Most Ingenious Method of Hiding A Secret Code Via Fiber Arts
The embroidery cipher in Bitterblue, by Kristin Cashore
I don’t know why Bitterblue sat on my shelf for so long – I read Graceling ages ago and loved it, but I sometimes have this problem where when I own a book, I’m less likely to read it than one that I’ve gotten from the library, because PRESSURE! DUE DATES! But joke’s on me, because this book had codes and hidden messages and mazes, which are all things that I like very much. So you can imagine my delight when two of my favorite things–ciphers and crafts–came together at last, in a coded message that Bitterblue finds hidden in embroidered symbols on a set of bedsheets. Ingenious. And impossible for me to ever duplicate–any embroidery I attempt always turns out looking like a spool of thread threw up all over itself.
Best Host of Anything, Ever
Stanley Tucci as Caesar Flickerman in The Hunger Games: Catching Fire
I’m just gonna say it. If I got selected as a tribute and won an all-expenses-paid trip to the Capitol, I’d blow off all my training (because we all know I’d bite it about five seconds after the starting horn no matter how many laser-people I nicked at the archery station) and do nothing but eat those crazy fancy desserts and watch Caesar Flickerman ALL DAMN DAY LONG. Those teeth. That hair. The callous disregard for human life. Simply breathtaking. The man is pure genius, and I don’t think it’s too much to ask for Stanley Tucci to come move into my house and narrate my life from now on, do you?
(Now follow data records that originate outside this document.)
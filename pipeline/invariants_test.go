package pipeline_test

import (
	"bytes"
	"errors"
	"fmt"
	"math/rand/v2"
	"slices"
	"strings"
	"testing"
	"time"

	"github.com/stretchr/testify/require"

	"github.com/tabprep/tabprep"
	"github.com/tabprep/tabprep/encode"
	"github.com/tabprep/tabprep/examples/quickstart/demodata"
	"github.com/tabprep/tabprep/impute"
	"github.com/tabprep/tabprep/internal/sourcetest"
	"github.com/tabprep/tabprep/internal/steptest"
	"github.com/tabprep/tabprep/pipeline"
	"github.com/tabprep/tabprep/scale"
	"github.com/tabprep/tabprep/split"
	"github.com/tabprep/tabprep/state"
)

// stepCase is one built-in step with typical options, for the checks that
// every step must pass.
type stepCase struct {
	stage pipeline.Stage
	fit   func(*tabprep.Frame) error // the step's own Fit, called directly
	drops bool                       // documented to drop rows
	// source says whether the step has a Go source form, for generated
	// plans; package internal/sourcetest checks those.
	source bool
}

func caseOf[S tabprep.Step[P], P any](s S) stepCase {
	_, source := any(s).(tabprep.RowSource[P])
	return stepCase{stage: pipeline.Use(s), fit: func(f *tabprep.Frame) error { _, err := s.Fit(f); return err }, source: source}
}

func builtinCases() []stepCase {
	unknown := "unknown"
	drop := caseOf(impute.DropRows{Columns: tabprep.Names("pet_age")})
	drop.drops = true
	return []stepCase{
		caseOf(impute.Mean{}),
		caseOf(impute.Median{}),
		caseOf(impute.Min{}),
		caseOf(impute.Max{}),
		caseOf(impute.MostFrequent{}),
		caseOf(impute.Constant{Columns: tabprep.Names("reminder"), Level: &unknown}),
		caseOf(impute.Fill{Numeric: impute.Rule{Stat: impute.StatMedian}, Categorical: impute.ConstantLevel("unknown")}),
		caseOf(impute.CarryForward{Columns: tabprep.Names("pet_age")}),
		caseOf(impute.CarryBackward{Columns: tabprep.Names("pet_age")}),
		caseOf(impute.Interpolate{Columns: tabprep.Names("distance_km"), By: "days_ahead"}),
		drop,
		caseOf(impute.Indicators{}),
		caseOf(impute.DropSparse{MaxShare: 0.05}),
		caseOf(impute.KNearest{Columns: tabprep.Names("pet_age"), K: 5, Weights: impute.WeightDistance}),
		caseOf(impute.Chained{Columns: tabprep.Names("pet_age", "distance_km", "days_ahead"), Seed: 1}),
		caseOf(encode.OneHot{Columns: tabprep.Names("clinic", "species"), MinCount: 100, Unseen: encode.UnseenOther}),
		caseOf(encode.Ordinal{Columns: tabprep.Names("visit_type")}),
		caseOf(encode.Frequency{Columns: tabprep.Names("species"), Share: true}),
		caseOf(encode.Target{Columns: tabprep.Names("clinic"), Target: "no_show", K: 10, Folds: 3, Seed: 2}),
		caseOf(encode.Hash{Columns: tabprep.Names("clinic"), Buckets: 3, Seed: 5}),
		caseOf(encode.Bin{Columns: tabprep.Names("distance_km"), Method: encode.BinQuantile, Bins: 4}),
		caseOf(encode.ParseNumber{Columns: tabprep.Names("fee"), Decimal: ",", Thousands: "."}),
		caseOf(encode.ParseTime{Columns: tabprep.Names("booked_on"), Layout: time.DateOnly, Parts: []encode.TimePart{encode.PartUnix, encode.PartWeekday}}),
		caseOf(scale.ZScore{}),
		caseOf(scale.MinMax{Low: -1, High: 1, Clamp: true}),
		caseOf(scale.DecimalScaling{}),
		caseOf(scale.Robust{}),
		caseOf(scale.MaxAbs{}),
		caseOf(scale.RowNorm{Columns: tabprep.Names("days_ahead", "distance_km"), Norm: scale.NormL1}),
		caseOf(scale.Log{Columns: tabprep.Names("distance_km")}),
		caseOf(scale.Log1p{Columns: tabprep.Names("days_ahead")}),
		caseOf(scale.BoxCox{Columns: tabprep.Names("distance_km"), ZScore: true}),
		caseOf(scale.YeoJohnson{Columns: tabprep.Names("days_ahead")}),
		caseOf(scale.Quantile{Columns: tabprep.Names("days_ahead"), Points: 50, Output: scale.OutputNormal}),
	}
}

// invariantData is the demo data with a column of decimal-comma fee texts,
// split into train and a tagged test holdout.
func invariantData(t *testing.T) (tagged, train, test *tabprep.Frame) {
	t.Helper()
	all, err := tabprep.ReadCSV(bytes.NewReader(demodata.CSV), nil)
	require.NoError(t, err)
	rng := rand.New(rand.NewPCG(51, 52))
	fees := make([]string, all.NumRows())
	for i := range fees {
		fees[i] = fmt.Sprintf("%d,%02d", 20+rng.IntN(180), rng.IntN(100))
		if i%40 == 0 {
			fees[i] = fmt.Sprintf("1.%03d,00", rng.IntN(1000))
		}
		if i%25 == 0 {
			fees[i] = ""
		}
	}
	all, err = all.With(tabprep.NewCategorical("fee", fees))
	require.NoError(t, err)
	tagged, _, err = split.Random{Fraction: 0.25, Partition: "test", Seed: 9}.Apply(all)
	require.NoError(t, err)
	return tagged, tagged.Train(), tagged.HoldoutRows()
}

// TestEveryStepKeepsTheInvariants checks the design's invariants 1 to 3 on
// every built-in step: no fit reads a holdout row, Transform never mutates
// its input and keeps rows, order and roles, and Save → Load → Transform is
// bit-identical; and that the compiled row plan, where a step has one, is
// bit-identical to the batch transform.
func TestEveryStepKeepsTheInvariants(t *testing.T) {
	tagged, train, test := invariantData(t)
	covered := map[string]bool{}
	var noKernel, sources []string
	for _, c := range builtinCases() {
		kind := c.stage.Kind()
		covered[kind] = true
		if c.source {
			sources = append(sources, kind)
		}
		t.Run(kind, func(t *testing.T) {
			// 1. No fit reads a holdout row, called directly or through a
			// pipeline.
			require.True(t, errors.Is(c.fit(tagged), tabprep.ErrHoldout), "direct Fit on holdout rows")
			_, err := pipeline.New(c.stage).Fit(tagged)
			require.ErrorIs(t, err, tabprep.ErrHoldout)

			fitted, err := pipeline.New(c.stage).Fit(train)
			require.NoError(t, err)

			// 2. Transform leaves its input alone and keeps rows and roles.
			all := make([]int, test.NumRows())
			for i := range all {
				all[i] = i
			}
			snapshot, err := test.Take(all)
			require.NoError(t, err)
			out, err := fitted.Transform(test)
			require.NoError(t, err)
			require.True(t, tabprep.Equal(snapshot, test), "Transform modified its input")
			if !c.drops {
				require.Equal(t, test.NumRows(), out.NumRows())
				require.Equal(t, test.Roles(), out.Roles())
			}
			require.Equal(t, fitted.OutputNames(), out.Names())

			// 3. Save → Load → Transform is bit-identical.
			again, err := steptest.Reloaded(t, fitted).Transform(test)
			require.NoError(t, err)
			require.True(t, tabprep.Equal(out, again), "Save/Load changed the output")

			// The row plan, where the step can act on one row.
			if _, err := fitted.Compile(); err != nil {
				require.ErrorContains(t, err, kind)
				noKernel = append(noKernel, kind)
				return
			}
			in, err := fitted.Input().Conform("test", test)
			require.NoError(t, err)
			steptest.RowsMatch(t, train, in, c.stage)
		})
	}
	// Every registered built-in kind has a case here.
	for _, k := range state.Kinds() {
		if strings.HasPrefix(k, "pipetest.") {
			continue
		}
		require.True(t, covered[k], "step kind %s has no invariant case; add one to builtinCases", k)
	}
	// Only the steps that need other rows to fill one have no row kernel.
	slices.Sort(noKernel)
	require.Equal(t, []string{"impute.carrybackward", "impute.carryforward", "impute.droprows", "impute.interpolate"}, noKernel)
	// Every step with a Go source form has a generated plan checked against
	// the interpreted one.
	require.ElementsMatch(t, sources, sourcetest.Kinds(), "a step with a Go source form needs a case in internal/sourcetest, and only those")
}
Cheftestant I Most Want To Befriend
Stephanie Cmar, from Top Chef
It seems that every season on Top Chef, I make a new imaginary BFF. This season, it’s Stephanie, an awkward, lovable weirdo who says things like “my sweet Emeril” and is alarmingly obsessed with Chef John Besh’s hair. AND she lives in Boston, which means that at any time we could conceivably run into each other (literally–it seems we’re both the kind of people who stumble through life without looking where we’re going), strike up a charming conversation about Tom Colicchio’s shiny bald head wax, and then she decides to give me free fancy chef food for life because we are the bestest of pals now.
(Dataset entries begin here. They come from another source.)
package pipeline

import (
	"fmt"
	"slices"

	"github.com/tabprep/tabprep"
	"github.com/tabprep/tabprep/state"
)

// Stage is one step of a pipeline before fitting. Make one with [Use].
type Stage interface {
	// Kind returns the step kind.
	Kind() string
	// fit learns the step's parameters from train and returns the fitted
	// step and train transformed as the next stage must see it.
	fit(train *tabprep.Frame) (state.Fitted, *tabprep.Frame, error)
	// targets returns the target columns the step learns from, if any.
	targets() []string
}

// stage adapts a tabprep.Step of any parameter type to Stage.
type stage[S tabprep.Step[P], P any] struct{ step S }

// Use wraps a step as a pipeline stage. The parameter type is inferred from
// the step's methods: pipeline.Use(scale.ZScore{}) needs no type argument.
func Use[S tabprep.Step[P], P any](s S) Stage { return stage[S, P]{step: s} }

func (s stage[S, P]) Kind() string { return s.step.Kind() }

func (s stage[S, P]) targets() []string {
	if sv, ok := any(s.step).(tabprep.Supervised); ok {
		return sv.Targets()
	}
	return nil
}

func (s stage[S, P]) fit(train *tabprep.Frame) (state.Fitted, *tabprep.Frame, error) {
	if oof, ok := any(s.step).(tabprep.OutOfFold[P]); ok {
		p, out, err := oof.FitOutOfFold(train)
		if err != nil {
			return nil, nil, err
		}
		return state.Bind(s.step, p), out, nil
	}
	p, err := s.step.Fit(train)
	if err != nil {
		return nil, nil, err
	}
	out, err := s.step.Transform(p, train)
	if err != nil {
		return nil, nil, err
	}
	return state.Bind(s.step, p), out, nil
}

// Pipeline is an ordered list of stages, not yet fitted.
type Pipeline struct {
	stages []Stage
}

// New returns a pipeline of the given stages, applied in order. It panics if
// a stage is nil.
func New(stages ...Stage) *Pipeline {
	for i, s := range stages {
		if s == nil {
			panic(fmt.Sprintf("pipeline: stage %d is nil", i))
		}
	}
	return &Pipeline{stages: append([]Stage(nil), stages...)}
}

// Fit fits every stage in order on train, which must hold train rows only:
// a frame with holdout rows is refused with an error wrapping
// [tabprep.ErrHoldout]. Step i is fitted on the output of steps 0 to i−1;
// a step with out-of-fold values for its training rows (such as target
// encoding) passes those values on, not its in-fold transform.
//
// Target columns, those named by a [tabprep.Supervised] step, are given to
// the steps that ask for them and to no other: they are not part of the
// fitted input schema or the output, so rows to transform need not have them.
func (p *Pipeline) Fit(train *tabprep.Frame) (*Fitted, error) {
	if err := tabprep.RequireTrain("pipeline.fit", train); err != nil {
		return nil, err
	}
	targets, err := p.targets(train)
	if err != nil {
		return nil, err
	}
	cur := train
	if len(targets) > 0 {
		if cur, err = train.Without(names(targets)...); err != nil {
			return nil, err
		}
	}
	f := &Fitted{
		input:    cur.Schema(),
		steps:    make([]state.Fitted, len(p.stages)),
		training: state.FingerprintOf(train),
	}
	for i, s := range p.stages {
		in := cur
		wanted := s.targets()
		if len(wanted) > 0 {
			cols := make([]*tabprep.Column, len(wanted))
			for j, n := range wanted {
				cols[j] = targets[n]
			}
			if in, err = cur.With(cols...); err != nil {
				return nil, fmt.Errorf("pipeline: fitting step %d (%s): %w", i, s.Kind(), err)
			}
		}
		fs, out, err := s.fit(in)
		if err != nil {
			return nil, fmt.Errorf("pipeline: fitting step %d (%s): %w", i, s.Kind(), err)
		}
		for _, n := range wanted {
			if out.Has(n) {
				if out, err = out.Without(n); err != nil {
					return nil, err
				}
			}
		}
		f.steps[i] = fs
		cur = out
	}
	f.output = cur.Schema()
	return f, nil
}

// targets returns the target columns the supervised stages name, by name.
func (p *Pipeline) targets(train *tabprep.Frame) (map[string]*tabprep.Column, error) {
	out := map[string]*tabprep.Column{}
	for i, s := range p.stages {
		for _, n := range s.targets() {
			c, err := train.Column(n)
			if err != nil {
				return nil, fmt.Errorf("pipeline: step %d (%s) learns from target column %q, which train lacks: %w", i, s.Kind(), n, err)
			}
			out[n] = c
		}
	}
	return out, nil
}

func names(m map[string]*tabprep.Column) []string {
	out := make([]string, 0, len(m))
	for n := range m {
		out = append(out, n)
	}
	slices.Sort(out)
	return out
}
Best Thing To Put In My Mouth
Snyder’s of Hanover Yellow Corn Tortilla Chips
Yeah, I know snacks don’t really count as art, but to me they kind of are so let’s just go with it. Will went away last weekend on his annual “guy friends get together to play video games and talk about fantasy sports and stuff” trip (I suspect there were a fair amount of pillow fights as well) and he came back with a bag of these, intimidatingly called “The Pounder”. I normally eschew Snyder’s of Hanover because I don’t like pretzels (that’s right, I don’t like pretzels. What of it?) but man, these things are tasty. I plan on eating all of them during the Professional Butt-Patting Competition this Sunday.
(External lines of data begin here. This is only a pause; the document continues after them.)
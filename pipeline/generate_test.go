package pipeline_test

import (
	"io"
	"math/rand/v2"
	"regexp"
	"strings"
	"testing"

	"github.com/stretchr/testify/require"

	"github.com/tabprep/tabprep"
	"github.com/tabprep/tabprep/encode"
	"github.com/tabprep/tabprep/impute"
	"github.com/tabprep/tabprep/pipeline"
)

func TestWriteGoRefuses(t *testing.T) {
	train := randomFrame(rand.New(rand.NewPCG(3, 4)), 50)
	fit := func(stages ...pipeline.Stage) *pipeline.Fitted {
		f, err := pipeline.New(stages...).Fit(train)
		require.NoError(t, err)
		return f
	}
	encoded := fit(pipeline.Use(impute.Mean{}), pipeline.Use(encode.OneHot{}))
	for _, tc := range []struct {
		name   string
		fitted *pipeline.Fitted
		opt    pipeline.GoOptions
		want   string
	}{
		{"step without source", fit(pipeline.Use(center{Column: "pet_age"}), pipeline.Use(encode.OneHot{})), pipeline.GoOptions{Package: "p"},
			"pipeline: generate: step 0 (pipetest.center) has no Go source form: pipetest.center: step has no Go source form; serve it with Fitted.Compile"},
		{"categorical output", fit(pipeline.Use(impute.Mean{})), pipeline.GoOptions{Package: "p"},
			`pipeline: generate: output column "species" is categorical; generated plans write numbers only, so encode it in the pipeline`},
		{"package name", encoded, pipeline.GoOptions{Package: "my-plan"},
			`pipeline: generate: package name "my-plan" is not a Go identifier`},
		{"no package", encoded, pipeline.GoOptions{},
			`pipeline: generate: package name "" is not a Go identifier`},
		{"variable name", encoded, pipeline.GoOptions{Package: "p", Name: "plan"},
			`pipeline: generate: variable name "plan" is not an exported Go identifier`},
	} {
		t.Run(tc.name, func(t *testing.T) {
			require.EqualError(t, tc.fitted.WriteGo(io.Discard, tc.opt), tc.want)
		})
	}
}

func TestCompileWithRefuses(t *testing.T) {
	train := randomFrame(rand.New(rand.NewPCG(5, 6)), 50)
	fitted, err := pipeline.New(pipeline.Use(impute.Mean{}), pipeline.Use(encode.OneHot{})).Fit(train)
	require.NoError(t, err)
	_, err = fitted.CompileWith(pipeline.Generated{})
	require.ErrorIs(t, err, tabprep.ErrSchema)
	require.Regexp(t, `^pipeline: compile: schema mismatch: the generated plan has digest "", but this fitted pipeline generates "sha256:[0-9a-f]{64}": it was generated from other steps or parameters; regenerate it with Fitted.WriteGo$`, err.Error())

	// The right digest without a function is refused too.
	var b strings.Builder
	require.NoError(t, fitted.WriteGo(&b, pipeline.GoOptions{Package: "p"}))
	digest := regexp.MustCompile(`sha256:[0-9a-f]{64}`).FindString(b.String())
	_, err = fitted.CompileWith(pipeline.Generated{Digest: digest})
	require.EqualError(t, err, "pipeline: compile: schema mismatch: the generated plan has no ApplyFloats function; pass the variable Fitted.WriteGo declares")
}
Best Office-Supply-Related Gift
A pencil, hand-sharpened by David Rees
My sister, knowing well that I am a dorkface, got me an awesome gift to celebrate the release of Rogue (ain’t that nice?) and one that I really got way more excited about than any person of sound mind should: a sharpened pencil. Ahhhh! David Rees wrote this book, see, How To Sharpen Pencils, which is an impressive compendium on everything might ever need to know about, uh, sharpening pencils. It’s one of those delightfully ambiguous things that starts out very serious and gets more absurd and hilarious as you go, which I just eat up like chocolate cake. I mean, there is an entire chapter detailing how to break into someone’s house and demolish their electric pencil sharpener. I’ve learned so much.
And David Rees does, in fact, practice what he preaches–for a small fee he will sharpen a pencil for you, and even include a signed and dated certificate to commemorate the occasion. This is what my sister got me, and if you’ve never seen a grown woman going ballistic over receiving a writing utensil, well, I’m sorry I didn’t film it for you.